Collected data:
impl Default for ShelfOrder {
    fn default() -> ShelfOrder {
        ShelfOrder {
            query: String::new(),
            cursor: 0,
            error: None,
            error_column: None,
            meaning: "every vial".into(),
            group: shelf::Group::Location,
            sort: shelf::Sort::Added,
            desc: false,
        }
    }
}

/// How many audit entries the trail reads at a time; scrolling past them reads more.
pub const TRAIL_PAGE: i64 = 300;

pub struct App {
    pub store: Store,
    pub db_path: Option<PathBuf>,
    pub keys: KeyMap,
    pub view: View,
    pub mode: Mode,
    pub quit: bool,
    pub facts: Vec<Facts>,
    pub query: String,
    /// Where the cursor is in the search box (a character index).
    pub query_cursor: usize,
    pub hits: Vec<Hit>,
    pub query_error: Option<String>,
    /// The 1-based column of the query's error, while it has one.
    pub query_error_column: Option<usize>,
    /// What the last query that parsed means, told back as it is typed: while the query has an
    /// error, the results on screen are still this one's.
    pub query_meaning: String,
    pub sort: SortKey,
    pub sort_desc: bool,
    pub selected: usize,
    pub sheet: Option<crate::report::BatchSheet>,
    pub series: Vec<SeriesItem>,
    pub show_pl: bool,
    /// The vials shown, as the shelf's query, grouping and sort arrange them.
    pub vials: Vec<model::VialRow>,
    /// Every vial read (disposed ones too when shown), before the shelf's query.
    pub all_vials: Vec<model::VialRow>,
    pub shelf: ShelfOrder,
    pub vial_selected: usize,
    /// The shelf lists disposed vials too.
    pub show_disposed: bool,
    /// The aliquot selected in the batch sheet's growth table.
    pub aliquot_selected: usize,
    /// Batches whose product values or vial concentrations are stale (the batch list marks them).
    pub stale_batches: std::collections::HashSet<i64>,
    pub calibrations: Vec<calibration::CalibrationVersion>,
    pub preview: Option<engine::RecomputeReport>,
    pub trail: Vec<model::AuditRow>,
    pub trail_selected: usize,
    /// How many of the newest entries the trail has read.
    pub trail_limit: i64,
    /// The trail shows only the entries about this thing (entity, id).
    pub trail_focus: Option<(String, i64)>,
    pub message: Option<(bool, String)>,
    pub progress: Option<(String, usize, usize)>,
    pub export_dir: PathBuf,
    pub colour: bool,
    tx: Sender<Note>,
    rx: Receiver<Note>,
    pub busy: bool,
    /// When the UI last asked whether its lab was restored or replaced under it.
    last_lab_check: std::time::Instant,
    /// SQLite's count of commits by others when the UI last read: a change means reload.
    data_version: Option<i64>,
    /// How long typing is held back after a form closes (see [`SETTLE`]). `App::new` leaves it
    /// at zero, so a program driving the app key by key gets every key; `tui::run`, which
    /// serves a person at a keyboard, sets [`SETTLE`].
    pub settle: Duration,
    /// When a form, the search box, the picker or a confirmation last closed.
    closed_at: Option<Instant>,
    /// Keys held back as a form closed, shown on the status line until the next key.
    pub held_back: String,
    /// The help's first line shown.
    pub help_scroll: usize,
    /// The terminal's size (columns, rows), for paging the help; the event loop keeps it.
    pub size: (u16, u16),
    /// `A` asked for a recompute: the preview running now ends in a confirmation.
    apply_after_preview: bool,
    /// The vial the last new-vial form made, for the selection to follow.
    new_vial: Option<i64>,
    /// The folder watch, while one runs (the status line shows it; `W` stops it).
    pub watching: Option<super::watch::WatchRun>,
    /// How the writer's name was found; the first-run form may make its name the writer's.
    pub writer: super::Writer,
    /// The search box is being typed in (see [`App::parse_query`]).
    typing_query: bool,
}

▶ _TASK STATEMENT_
From the entries above, show each line that includes the string "this".

▶ _FINISHED TASK_
    /// error, the results on screen are still this one's.
    /// The trail shows only the entries about this thing (entity, id).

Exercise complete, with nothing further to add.